Des relations optimales que pourrait mettre à mal la demande d’asile de soixante ressortissants chinois, des chrétiens membres de différentes Eglises, arrivés sur le territoire tchèque en plusieurs groupes entre les mois de février et de mai. Dans l’attente de la décision des autorités, ils sont actuellement hébergés dans des structures prévues pour les demandeurs d’asile dans les communes de Kostelec nad Orlicí et de Havířov.

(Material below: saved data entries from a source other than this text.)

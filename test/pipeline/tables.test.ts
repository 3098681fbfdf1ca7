// Tables of the run folder: what is written is what is read.
import { join } from "node:path";
import { describe, expect, it } from "vitest";
import type { Run } from "../../src/logs/recording.js";
import { readSavedTable, writeTable } from "../../src/logs/savedTable.js";
import { seededRandom } from "../../src/num/random.js";
import { boxesColumns, boxesFromColumns } from "../../src/pipeline/boxesTable.js";
import { samplesColumns, splitFromColumns } from "../../src/pipeline/samplesTable.js";
import type { LeafTable } from "../../src/verify/proof/leafTable.js";
import { scratch } from "../cli/binary.js";
import { ROVER } from "../plant/examples.js";
import { plantOf } from "../plant/reading.js";

const PLANT = plantOf(ROVER);
const random = seededRandom(4);
const draws = (count: number): Float64Array => Float64Array.from({ length: count }, () => random.normal());

function runOf(id: string, file: string, lengths: readonly number[]): Run {
  const pieces = lengths.map((length) => ({
    time: Float64Array.from({ length }, (_, k) => k / 10),
    states: draws(4 * length),
    inputs: draws(2 * length),
  }));
  return { id, file, pieces };
}

describe("samples.arrow", () => {
  it("gives every run back with its part, pieces and bits", () => {
    // the same name in two files and in neighbouring rows: still two runs
    const split = {
      fit: [runOf("1", "a.csv", [3, 5]), runOf("1", "b.csv", [4]), runOf("2", "b.csv", [2, 2, 7])],
      calibration: [runOf('ä, "x"\n', "a.csv", [6])],
      test: [] as Run[],
    };
    const path = join(scratch(), "samples.arrow");
    writeTable(path, samplesColumns(PLANT, split), {});
    expect(splitFromColumns(PLANT, readSavedTable(path))).toEqual(split);
  });
});

describe("boxes.arrow", () => {
  const [count, spreads, pushes] = [5, 7, 4];
  const claims = {
    pushes: Array.from({ length: pushes }, () => ({ wbar: [1, 0, 0, 0], most: 1 })),
    spreads: Array.from({ length: spreads }, () => ({ direction: { kind: "planar" as const }, most: 1 })),
  };
  const table: LeafTable = {
    dimension: 1,
    count,
    lower: draws(count),
    upper: draws(count),
    status: Uint8Array.of(0, 1, 2, 1, 1),
    claim: Uint8Array.of(1, 0, 5, 0, 0),
    rate: Float64Array.of(Number.NEGATIVE_INFINITY, 1, 2, 0.1 + 0.2, 5e-324),
    pushes: draws(count * pushes),
    spreads: draws(count * spreads),
    authority: Float64Array.of(Number.POSITIVE_INFINITY, 1, 2, 3, 4),
  };

  it("gives every box back with its bits", () => {
    const path = join(scratch(), "boxes.arrow");
    writeTable(path, boxesColumns(PLANT, table), {});
    expect(boxesFromColumns(PLANT, readSavedTable(path), claims)).toEqual(table);
  });

  it("names the column that is missing", () => {
    const columns = new Map(boxesColumns(PLANT, table).map(({ name, values }) => [name, values]));
    for (const name of ["rate", "push 3", "spread 6", "speed.lower"]) {
      const cut = new Map(columns);
      cut.delete(name);
      expect(() => boxesFromColumns(PLANT, cut, claims)).toThrow(`'${name}'`);
    }
  });
});
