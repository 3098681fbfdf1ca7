/**
 * The pointwise contraction rate of a network metric for many states at once, float64 in SIMD WebAssembly
 * (assembly/rateKernel.ts), on given plant numbers:
 *   rate = -1/2 max over corners of eigmax(C, P^T W P),  C = P^T (-D(v) + A(v) W + W A(v)^T) P,
 *   W = w0 I + L L^T,  D(v) = d_f W + sum_j v_j d_{b_j} W.
 * A(v): n x n at each input corner (with the body-frame spin -psidot S where a rotation is declared), P: n x (n - m), an
 * orthonormal basis of null(B^T). Same rate as condition.ts, by other code.
 */
import type { Layer, Mlp } from "../../nets/mlp.js";
import { RATE_KERNEL } from "./rateKernelWasm.js";

export interface KernelMetric {
  readonly n: number;
  readonly m: number;
  readonly w0: number;
  readonly mlp: Mlp;
  /** Input corners, each m. */
  readonly corners: readonly Float64Array[];
}

export interface RateKernel {
  /** States it takes at once. */
  readonly capacity: number;
  /**
   * Sets state number `at`: network inputs s, their derivatives along f, b_1 .. b_m ((m + 1) x inputs), A at each corner
   * (corners x n x n), P.
   */
  set(at: number, s: Float64Array, tangents: Float64Array, A: Float64Array, P: Float64Array): void;
  /** Rates of the first `count` states, 1/s; NaN where P^T W P is not positive definite. A view: copy what is kept. */
  run(count: number): Float64Array;
}

interface Exports {
  readonly memory: { readonly buffer: ArrayBuffer };
  room(bytes: number): number;
  columnsOf(): number;
  setUp(
    n: number,
    m: number,
    corners: number,
    layers: number,
    w0: number,
    shapes: number,
    inputs: number,
    widest: number,
  ): void;
  rates(x: number, A: number, P: number, blocks: number, out: number): void;
}

/** The part of the standard WebAssembly interface (W3C, 2019) that is used; Node's types do not declare it. */
interface WebAssemblyApi {
  readonly Module: new (bytes: Uint8Array) => object;
  readonly Instance: new (module: object, imports: object) => { readonly exports: unknown };
}

/** States of a block: the lanes of two vectors. */
const LANES = 4;

/** Throws when the metric has no state that is not actuated: every rate is then possible. */
export function rateKernel(metric: KernelMetric, capacity: number): RateKernel {
  const { n, m, w0, mlp, corners } = metric;
  const k = n - m;
  if (k < 1) throw new Error(`the rate kernel needs fewer inputs than states; given ${m} inputs and ${n} states`);
  const { Module, Instance } = (globalThis as object as { WebAssembly: WebAssemblyApi }).WebAssembly;
  const kernel = new Instance(new Module(Buffer.from(RATE_KERNEL, "base64")), {}).exports as Exports;
  const inputs = mlp.layers[0]!.weights[0]!.length;
  const blocks = Math.ceil(capacity / LANES);
  const rows = (layer: Layer): number => layer.bias.length;

  const double = (count: number): number => kernel.room(8 * count);
  const layers = mlp.layers.map((layer) => ({
    layer,
    weights: double(rows(layer) * layer.weights[0]!.length),
    bias: double(rows(layer)),
  }));
  const shapes = kernel.room(16 * layers.length);
  const cornerInputs = double(corners.length * m);
  const widest = Math.max(...mlp.layers.map(rows));
  kernel.setUp(n, m, corners.length, layers.length, w0, shapes, cornerInputs, widest);
  const columns = kernel.columnsOf();
  const sizes = { x: inputs * columns * 2, A: corners.length * n * n * LANES, P: n * k * LANES };
  const places = { x: double(blocks * sizes.x), A: double(blocks * sizes.A), P: double(blocks * sizes.P) };
  const out = double(blocks * LANES);

  // memory grows no more from here on: views stay valid
  const numbers = new Float64Array(kernel.memory.buffer);
  const integers = new Int32Array(kernel.memory.buffer);
  layers.forEach(({ layer, weights, bias }, l) => {
    numbers.set(layer.weights.flat(), weights / 8);
    numbers.set(layer.bias, bias / 8);
    integers.set([rows(layer), layer.weights[0]!.length, weights, bias], shapes / 4 + 4 * l);
  });
  corners.forEach((corner, c) => {
    numbers.set(corner, cornerInputs / 8 + c * m);
  });
  const x = numbers.subarray(places.x / 8, places.x / 8 + blocks * sizes.x);
  const A = numbers.subarray(places.A / 8, places.A / 8 + blocks * sizes.A);
  const P = numbers.subarray(places.P / 8, places.P / 8 + blocks * sizes.P);
  const result = numbers.subarray(out / 8, out / 8 + blocks * LANES);

  return {
    capacity: blocks * LANES,
    set: (at, s, tangents, jacobians, basis) => {
      const block = Math.floor(at / LANES);
      const lane = at % LANES;
      const row = 2 * columns;
      for (let i = 0; i < inputs; i++) {
        const to = block * sizes.x + i * row + lane;
        x[to] = s[i]!;
        for (let d = 0; d <= m; d++) x[to + LANES * (d + 1)] = tangents[d * inputs + i]!;
      }
      for (let e = 0; e < jacobians.length; e++) A[block * sizes.A + e * LANES + lane] = jacobians[e]!;
      for (let e = 0; e < basis.length; e++) P[block * sizes.P + e * LANES + lane] = basis[e]!;
    },
    run: (count) => {
      kernel.rates(places.x, places.A, places.P, Math.ceil(count / LANES), out);
      return result.subarray(0, count);
    },
  };
}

Le journal Hospodářské noviny écrit que si Prague octroie une protection à ces personnes, cela reviendra à reconnaître une violation des droits de l’homme en Chine et aura sans doute pour conséquence de fâcher les dirigeants chinois. La présidence de la République, par la voix de son porte-parole Jiří Ovčáček, est pour l’heure restée évasive sur cette affaire :
« En ce qui concerne cette question, il est très important que toute cette affaire fasse l’objet d’une enquête exhaustive sur les raisons exactes de ces demandes d’asile. Tout est entre les mains du ministère de l’Intérieur et je suppose que s’il est question de cas pour le moins sérieux, le ministère en tiendra informé le président. Pour l’heure, aucun contact de ce type n’a été pris. »Le président Zeman, qui a beaucoup œuvré pour la nouvelle approche à l’égard de Pékin, est connu pour son opposition radicale à l’accueil des réfugiés, mais celle-ci ne concernerait que la question des quotas européens d’après son porte-parole.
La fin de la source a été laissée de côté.